_What to do_. Where the word "already" occurs in a line of the data, return the whole line.

(Stored data)
• • • • • • •

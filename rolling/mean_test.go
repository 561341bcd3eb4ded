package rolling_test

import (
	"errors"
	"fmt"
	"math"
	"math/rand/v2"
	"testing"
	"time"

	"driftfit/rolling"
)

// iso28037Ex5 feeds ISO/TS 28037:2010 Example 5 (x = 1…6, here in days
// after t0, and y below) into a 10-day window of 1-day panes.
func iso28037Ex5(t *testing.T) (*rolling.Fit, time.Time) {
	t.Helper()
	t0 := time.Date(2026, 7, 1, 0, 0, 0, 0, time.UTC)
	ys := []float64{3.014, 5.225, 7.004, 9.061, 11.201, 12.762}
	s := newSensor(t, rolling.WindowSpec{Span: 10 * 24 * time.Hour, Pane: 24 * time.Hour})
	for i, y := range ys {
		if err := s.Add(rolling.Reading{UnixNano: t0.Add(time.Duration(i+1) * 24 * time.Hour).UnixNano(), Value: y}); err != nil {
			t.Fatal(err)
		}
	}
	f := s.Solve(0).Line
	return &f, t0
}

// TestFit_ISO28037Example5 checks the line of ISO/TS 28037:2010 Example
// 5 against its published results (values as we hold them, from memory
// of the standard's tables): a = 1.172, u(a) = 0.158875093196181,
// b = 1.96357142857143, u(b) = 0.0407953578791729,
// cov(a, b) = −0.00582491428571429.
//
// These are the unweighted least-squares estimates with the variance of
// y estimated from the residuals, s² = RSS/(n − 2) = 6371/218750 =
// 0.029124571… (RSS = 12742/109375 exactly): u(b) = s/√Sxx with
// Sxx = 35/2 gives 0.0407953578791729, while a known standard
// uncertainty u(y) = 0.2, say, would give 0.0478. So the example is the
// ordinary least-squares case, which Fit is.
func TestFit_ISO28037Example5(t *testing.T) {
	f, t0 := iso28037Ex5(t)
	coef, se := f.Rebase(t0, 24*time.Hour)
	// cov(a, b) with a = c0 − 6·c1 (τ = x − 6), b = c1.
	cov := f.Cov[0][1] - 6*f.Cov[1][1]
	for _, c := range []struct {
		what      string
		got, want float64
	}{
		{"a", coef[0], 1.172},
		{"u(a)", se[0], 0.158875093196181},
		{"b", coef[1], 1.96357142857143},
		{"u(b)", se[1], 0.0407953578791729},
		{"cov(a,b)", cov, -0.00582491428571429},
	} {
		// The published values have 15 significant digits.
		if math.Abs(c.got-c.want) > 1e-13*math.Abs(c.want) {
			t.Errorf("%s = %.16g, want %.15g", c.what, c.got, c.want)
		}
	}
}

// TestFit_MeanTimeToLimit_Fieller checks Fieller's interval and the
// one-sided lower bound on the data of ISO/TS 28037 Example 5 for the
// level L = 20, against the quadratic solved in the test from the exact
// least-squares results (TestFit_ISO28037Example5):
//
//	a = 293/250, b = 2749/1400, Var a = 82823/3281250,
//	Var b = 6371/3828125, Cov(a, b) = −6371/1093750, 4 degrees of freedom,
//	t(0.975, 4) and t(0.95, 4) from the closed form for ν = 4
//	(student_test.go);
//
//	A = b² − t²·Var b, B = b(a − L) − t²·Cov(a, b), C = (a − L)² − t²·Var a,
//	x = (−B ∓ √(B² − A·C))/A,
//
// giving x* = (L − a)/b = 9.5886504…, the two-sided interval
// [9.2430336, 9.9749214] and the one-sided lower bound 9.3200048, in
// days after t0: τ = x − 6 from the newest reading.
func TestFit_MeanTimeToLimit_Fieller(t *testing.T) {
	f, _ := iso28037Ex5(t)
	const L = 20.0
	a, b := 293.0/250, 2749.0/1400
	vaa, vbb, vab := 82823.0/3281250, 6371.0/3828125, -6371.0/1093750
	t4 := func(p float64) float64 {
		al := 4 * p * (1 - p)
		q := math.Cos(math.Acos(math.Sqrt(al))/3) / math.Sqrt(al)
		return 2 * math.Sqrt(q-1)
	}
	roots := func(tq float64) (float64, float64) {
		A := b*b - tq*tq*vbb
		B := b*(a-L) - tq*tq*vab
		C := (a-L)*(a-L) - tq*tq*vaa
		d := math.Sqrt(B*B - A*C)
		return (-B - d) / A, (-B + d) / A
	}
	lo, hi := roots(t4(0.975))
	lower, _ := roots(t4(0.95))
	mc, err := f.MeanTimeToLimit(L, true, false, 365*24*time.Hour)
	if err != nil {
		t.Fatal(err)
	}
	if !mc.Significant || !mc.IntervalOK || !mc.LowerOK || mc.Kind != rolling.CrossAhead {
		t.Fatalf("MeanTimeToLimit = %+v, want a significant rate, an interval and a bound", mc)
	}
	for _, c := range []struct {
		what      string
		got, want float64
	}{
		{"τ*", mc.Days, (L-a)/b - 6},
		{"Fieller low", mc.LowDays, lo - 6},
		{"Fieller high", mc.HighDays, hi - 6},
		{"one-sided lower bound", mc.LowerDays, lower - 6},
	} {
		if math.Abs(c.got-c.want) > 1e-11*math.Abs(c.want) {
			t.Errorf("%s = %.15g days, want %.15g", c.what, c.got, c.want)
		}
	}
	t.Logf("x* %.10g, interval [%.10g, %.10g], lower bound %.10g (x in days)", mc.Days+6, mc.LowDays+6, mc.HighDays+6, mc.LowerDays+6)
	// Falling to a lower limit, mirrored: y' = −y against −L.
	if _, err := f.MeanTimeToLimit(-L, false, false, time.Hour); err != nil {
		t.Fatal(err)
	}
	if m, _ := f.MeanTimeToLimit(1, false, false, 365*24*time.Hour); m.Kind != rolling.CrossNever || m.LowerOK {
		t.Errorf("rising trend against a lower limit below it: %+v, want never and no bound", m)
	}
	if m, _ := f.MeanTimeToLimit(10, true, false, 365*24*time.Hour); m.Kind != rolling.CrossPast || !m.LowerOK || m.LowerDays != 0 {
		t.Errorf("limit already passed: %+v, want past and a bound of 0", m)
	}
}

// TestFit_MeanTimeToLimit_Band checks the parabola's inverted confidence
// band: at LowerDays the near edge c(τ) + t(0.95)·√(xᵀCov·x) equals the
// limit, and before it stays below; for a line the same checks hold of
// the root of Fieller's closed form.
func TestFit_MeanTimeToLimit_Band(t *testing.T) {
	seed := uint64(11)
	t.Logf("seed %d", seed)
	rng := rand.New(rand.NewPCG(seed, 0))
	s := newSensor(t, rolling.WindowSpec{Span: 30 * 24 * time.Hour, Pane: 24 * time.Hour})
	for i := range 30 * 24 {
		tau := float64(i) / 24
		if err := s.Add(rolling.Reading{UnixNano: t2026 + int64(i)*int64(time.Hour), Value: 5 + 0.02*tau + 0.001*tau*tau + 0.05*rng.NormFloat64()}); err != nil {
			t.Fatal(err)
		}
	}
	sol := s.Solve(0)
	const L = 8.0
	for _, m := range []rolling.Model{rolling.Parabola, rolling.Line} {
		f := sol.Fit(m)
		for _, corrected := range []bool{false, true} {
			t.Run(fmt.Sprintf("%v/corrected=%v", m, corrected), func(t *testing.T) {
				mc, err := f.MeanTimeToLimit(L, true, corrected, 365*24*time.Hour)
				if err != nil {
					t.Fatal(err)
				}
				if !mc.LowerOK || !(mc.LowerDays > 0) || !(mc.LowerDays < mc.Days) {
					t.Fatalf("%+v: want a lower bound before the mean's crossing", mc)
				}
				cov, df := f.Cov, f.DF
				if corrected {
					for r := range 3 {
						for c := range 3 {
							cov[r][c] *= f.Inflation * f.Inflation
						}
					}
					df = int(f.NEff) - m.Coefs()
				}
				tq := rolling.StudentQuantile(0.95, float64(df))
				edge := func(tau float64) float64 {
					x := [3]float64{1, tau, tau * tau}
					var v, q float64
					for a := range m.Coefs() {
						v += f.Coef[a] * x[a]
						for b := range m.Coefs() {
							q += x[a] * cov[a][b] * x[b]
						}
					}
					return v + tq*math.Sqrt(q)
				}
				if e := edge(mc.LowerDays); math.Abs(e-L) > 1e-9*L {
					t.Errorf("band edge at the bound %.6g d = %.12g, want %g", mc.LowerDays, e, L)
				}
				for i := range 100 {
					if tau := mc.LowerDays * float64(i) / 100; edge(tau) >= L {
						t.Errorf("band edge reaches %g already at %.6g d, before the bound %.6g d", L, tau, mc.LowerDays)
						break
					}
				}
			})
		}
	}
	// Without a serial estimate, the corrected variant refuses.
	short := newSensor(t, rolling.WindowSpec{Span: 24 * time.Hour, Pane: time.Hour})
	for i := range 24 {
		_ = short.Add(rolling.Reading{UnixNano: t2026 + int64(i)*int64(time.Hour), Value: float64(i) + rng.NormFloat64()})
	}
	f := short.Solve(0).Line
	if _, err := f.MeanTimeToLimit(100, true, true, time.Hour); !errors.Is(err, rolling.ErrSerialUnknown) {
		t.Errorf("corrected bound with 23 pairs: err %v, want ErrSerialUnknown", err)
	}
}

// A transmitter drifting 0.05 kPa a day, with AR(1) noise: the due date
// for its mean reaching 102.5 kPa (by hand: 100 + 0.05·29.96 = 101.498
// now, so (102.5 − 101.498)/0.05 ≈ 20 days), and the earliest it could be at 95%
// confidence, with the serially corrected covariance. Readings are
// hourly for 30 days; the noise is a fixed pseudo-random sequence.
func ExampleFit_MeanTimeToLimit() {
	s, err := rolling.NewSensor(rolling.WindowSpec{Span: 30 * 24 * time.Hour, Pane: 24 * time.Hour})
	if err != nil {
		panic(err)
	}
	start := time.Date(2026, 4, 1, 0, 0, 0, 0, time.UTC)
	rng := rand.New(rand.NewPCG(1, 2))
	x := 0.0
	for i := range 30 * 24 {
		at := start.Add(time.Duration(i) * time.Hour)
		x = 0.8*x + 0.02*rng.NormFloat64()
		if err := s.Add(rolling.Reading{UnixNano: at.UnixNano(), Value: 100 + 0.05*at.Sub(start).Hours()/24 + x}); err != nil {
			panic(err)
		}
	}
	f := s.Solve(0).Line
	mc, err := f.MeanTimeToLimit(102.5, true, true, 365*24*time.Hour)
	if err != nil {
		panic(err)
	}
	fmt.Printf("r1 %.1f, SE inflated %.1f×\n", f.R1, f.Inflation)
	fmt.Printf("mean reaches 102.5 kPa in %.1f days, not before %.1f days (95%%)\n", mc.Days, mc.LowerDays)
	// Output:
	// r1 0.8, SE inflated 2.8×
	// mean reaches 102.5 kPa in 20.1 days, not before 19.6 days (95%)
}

• • • • • • •

_Task result_.
		t.Errorf("limit already passed: %+v, want past and a bound of 0", m)
						t.Errorf("band edge reaches %g already at %.6g d, before the bound %.6g d", L, tau, mc.LowerDays)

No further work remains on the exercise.